TASK GOAL:
Every line below that contains "Math" is to be copied.

Segment Start: RECORDS FOR THIS EXERCISE

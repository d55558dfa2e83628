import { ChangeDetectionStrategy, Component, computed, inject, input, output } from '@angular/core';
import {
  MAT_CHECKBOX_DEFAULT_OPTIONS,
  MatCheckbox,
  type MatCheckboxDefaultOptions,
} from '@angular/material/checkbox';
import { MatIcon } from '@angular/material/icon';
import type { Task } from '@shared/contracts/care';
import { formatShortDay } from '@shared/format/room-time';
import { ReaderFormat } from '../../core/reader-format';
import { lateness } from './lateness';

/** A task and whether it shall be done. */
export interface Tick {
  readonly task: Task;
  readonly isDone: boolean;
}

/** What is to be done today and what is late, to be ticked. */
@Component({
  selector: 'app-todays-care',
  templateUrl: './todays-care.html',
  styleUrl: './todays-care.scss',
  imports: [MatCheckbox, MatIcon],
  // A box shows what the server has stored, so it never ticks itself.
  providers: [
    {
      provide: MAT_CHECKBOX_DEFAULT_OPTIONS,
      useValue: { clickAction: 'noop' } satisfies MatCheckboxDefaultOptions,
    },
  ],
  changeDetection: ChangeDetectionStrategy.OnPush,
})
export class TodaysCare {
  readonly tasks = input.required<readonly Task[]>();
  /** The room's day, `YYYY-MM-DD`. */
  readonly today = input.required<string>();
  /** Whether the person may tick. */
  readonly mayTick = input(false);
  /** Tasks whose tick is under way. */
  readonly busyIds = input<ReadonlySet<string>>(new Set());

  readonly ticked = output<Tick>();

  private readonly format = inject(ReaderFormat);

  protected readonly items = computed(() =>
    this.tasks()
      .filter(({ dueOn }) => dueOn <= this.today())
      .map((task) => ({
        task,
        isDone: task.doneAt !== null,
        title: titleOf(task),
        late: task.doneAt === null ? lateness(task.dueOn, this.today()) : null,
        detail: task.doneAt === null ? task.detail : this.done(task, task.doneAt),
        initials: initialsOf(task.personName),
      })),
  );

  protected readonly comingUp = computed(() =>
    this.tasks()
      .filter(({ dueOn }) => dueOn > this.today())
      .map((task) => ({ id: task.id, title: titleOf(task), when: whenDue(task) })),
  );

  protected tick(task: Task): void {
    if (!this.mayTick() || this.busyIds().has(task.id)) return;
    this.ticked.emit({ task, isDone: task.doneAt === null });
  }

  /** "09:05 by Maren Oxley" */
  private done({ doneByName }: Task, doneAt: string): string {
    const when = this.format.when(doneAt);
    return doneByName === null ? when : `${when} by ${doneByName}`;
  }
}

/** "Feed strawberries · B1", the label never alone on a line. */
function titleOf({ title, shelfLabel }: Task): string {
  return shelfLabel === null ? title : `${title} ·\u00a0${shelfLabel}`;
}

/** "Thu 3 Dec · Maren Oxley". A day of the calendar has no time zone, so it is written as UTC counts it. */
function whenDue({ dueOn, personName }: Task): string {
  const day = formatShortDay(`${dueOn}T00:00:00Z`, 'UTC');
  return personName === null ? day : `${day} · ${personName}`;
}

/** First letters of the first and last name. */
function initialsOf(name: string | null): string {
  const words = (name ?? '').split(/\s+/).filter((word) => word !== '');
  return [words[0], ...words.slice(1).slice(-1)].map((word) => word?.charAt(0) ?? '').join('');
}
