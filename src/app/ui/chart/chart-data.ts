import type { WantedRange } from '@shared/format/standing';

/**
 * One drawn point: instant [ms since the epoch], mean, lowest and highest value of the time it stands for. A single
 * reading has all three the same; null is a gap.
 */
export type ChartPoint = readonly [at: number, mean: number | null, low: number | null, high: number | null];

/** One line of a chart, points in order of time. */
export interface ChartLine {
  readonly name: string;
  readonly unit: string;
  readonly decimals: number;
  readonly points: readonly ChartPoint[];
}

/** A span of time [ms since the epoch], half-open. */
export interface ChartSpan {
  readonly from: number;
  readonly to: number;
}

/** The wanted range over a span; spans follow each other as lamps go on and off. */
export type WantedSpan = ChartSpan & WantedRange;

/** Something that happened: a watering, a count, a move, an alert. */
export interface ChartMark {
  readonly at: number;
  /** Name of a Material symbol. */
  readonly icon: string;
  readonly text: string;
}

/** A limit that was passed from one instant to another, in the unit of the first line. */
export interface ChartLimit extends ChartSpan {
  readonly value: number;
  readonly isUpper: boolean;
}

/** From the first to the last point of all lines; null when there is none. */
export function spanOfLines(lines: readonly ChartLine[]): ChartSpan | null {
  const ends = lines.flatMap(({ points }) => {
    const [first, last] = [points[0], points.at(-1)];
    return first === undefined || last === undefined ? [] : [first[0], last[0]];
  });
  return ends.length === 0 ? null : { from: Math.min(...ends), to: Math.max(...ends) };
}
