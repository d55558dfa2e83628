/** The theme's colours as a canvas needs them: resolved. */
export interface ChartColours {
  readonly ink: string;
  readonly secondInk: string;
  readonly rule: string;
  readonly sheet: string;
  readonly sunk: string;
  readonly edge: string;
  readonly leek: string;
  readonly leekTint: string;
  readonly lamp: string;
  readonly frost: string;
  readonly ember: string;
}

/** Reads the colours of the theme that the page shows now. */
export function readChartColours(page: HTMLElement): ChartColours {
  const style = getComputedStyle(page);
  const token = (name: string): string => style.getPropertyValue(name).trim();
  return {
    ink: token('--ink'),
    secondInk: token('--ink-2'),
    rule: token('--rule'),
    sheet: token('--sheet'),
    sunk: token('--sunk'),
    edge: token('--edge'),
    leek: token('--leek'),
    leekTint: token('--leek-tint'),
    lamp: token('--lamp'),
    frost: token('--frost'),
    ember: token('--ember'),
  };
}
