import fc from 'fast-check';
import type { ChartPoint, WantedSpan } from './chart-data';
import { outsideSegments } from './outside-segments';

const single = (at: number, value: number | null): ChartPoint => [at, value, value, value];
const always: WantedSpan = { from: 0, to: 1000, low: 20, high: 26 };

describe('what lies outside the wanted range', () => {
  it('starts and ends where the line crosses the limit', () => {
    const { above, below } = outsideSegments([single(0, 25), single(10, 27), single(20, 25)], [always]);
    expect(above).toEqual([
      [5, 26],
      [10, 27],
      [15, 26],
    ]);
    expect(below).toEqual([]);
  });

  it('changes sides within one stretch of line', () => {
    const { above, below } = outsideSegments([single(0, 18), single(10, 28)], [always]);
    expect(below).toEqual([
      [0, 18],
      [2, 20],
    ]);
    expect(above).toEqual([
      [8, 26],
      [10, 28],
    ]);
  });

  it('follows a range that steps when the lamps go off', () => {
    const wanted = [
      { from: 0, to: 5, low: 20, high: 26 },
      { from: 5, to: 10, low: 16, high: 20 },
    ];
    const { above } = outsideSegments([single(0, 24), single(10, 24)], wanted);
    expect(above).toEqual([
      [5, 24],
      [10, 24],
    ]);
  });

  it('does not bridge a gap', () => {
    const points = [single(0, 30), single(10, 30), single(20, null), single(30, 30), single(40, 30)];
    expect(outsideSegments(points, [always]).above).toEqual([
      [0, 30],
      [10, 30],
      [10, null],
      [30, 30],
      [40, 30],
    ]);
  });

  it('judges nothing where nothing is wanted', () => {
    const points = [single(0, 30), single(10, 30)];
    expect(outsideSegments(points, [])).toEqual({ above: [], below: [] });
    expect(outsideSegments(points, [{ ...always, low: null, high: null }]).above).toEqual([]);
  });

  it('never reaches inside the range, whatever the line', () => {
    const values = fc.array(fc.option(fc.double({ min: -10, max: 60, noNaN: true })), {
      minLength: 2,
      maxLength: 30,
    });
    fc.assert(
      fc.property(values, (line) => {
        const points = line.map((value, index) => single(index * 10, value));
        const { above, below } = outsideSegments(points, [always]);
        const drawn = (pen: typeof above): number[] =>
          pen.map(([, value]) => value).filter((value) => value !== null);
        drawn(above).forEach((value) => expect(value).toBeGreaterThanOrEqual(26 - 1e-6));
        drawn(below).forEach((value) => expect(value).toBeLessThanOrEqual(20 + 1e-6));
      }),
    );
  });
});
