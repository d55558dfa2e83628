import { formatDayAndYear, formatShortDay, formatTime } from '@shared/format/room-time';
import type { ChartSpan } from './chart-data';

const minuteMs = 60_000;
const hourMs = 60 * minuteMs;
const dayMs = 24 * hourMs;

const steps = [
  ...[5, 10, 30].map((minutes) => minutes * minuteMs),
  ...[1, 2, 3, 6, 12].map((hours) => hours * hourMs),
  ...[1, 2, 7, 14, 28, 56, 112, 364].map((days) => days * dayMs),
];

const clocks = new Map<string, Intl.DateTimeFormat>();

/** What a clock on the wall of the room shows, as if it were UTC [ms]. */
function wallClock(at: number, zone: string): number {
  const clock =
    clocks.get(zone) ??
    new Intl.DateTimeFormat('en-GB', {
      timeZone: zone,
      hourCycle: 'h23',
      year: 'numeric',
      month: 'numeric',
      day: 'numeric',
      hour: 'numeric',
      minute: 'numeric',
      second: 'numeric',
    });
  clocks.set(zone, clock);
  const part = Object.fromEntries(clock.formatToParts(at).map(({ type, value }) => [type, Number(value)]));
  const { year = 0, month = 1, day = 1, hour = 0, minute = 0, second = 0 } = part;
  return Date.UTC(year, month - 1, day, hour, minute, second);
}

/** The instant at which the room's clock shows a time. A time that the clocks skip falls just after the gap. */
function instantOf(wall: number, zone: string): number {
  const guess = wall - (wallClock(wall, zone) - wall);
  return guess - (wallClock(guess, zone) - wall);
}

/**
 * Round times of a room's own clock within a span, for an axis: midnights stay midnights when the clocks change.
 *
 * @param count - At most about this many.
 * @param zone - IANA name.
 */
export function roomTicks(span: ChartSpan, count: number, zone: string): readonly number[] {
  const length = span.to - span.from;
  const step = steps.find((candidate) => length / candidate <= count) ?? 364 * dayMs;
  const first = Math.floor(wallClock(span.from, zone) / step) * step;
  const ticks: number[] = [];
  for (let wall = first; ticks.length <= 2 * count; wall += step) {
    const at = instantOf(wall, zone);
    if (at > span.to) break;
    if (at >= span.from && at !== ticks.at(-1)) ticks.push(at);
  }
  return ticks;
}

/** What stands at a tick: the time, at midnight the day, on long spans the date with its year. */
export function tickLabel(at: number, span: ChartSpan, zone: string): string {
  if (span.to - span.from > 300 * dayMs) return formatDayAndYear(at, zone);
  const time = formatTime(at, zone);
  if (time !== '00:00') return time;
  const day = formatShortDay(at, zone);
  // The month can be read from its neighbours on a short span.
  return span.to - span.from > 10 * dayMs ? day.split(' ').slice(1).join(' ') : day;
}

Segment End: RECORDS FOR THIS EXERCISE

REPLY TO THE TASK:
  return ends.length === 0 ? null : { from: Math.min(...ends), to: Math.max(...ends) };
  const first = Math.floor(wallClock(span.from, zone) / step) * step;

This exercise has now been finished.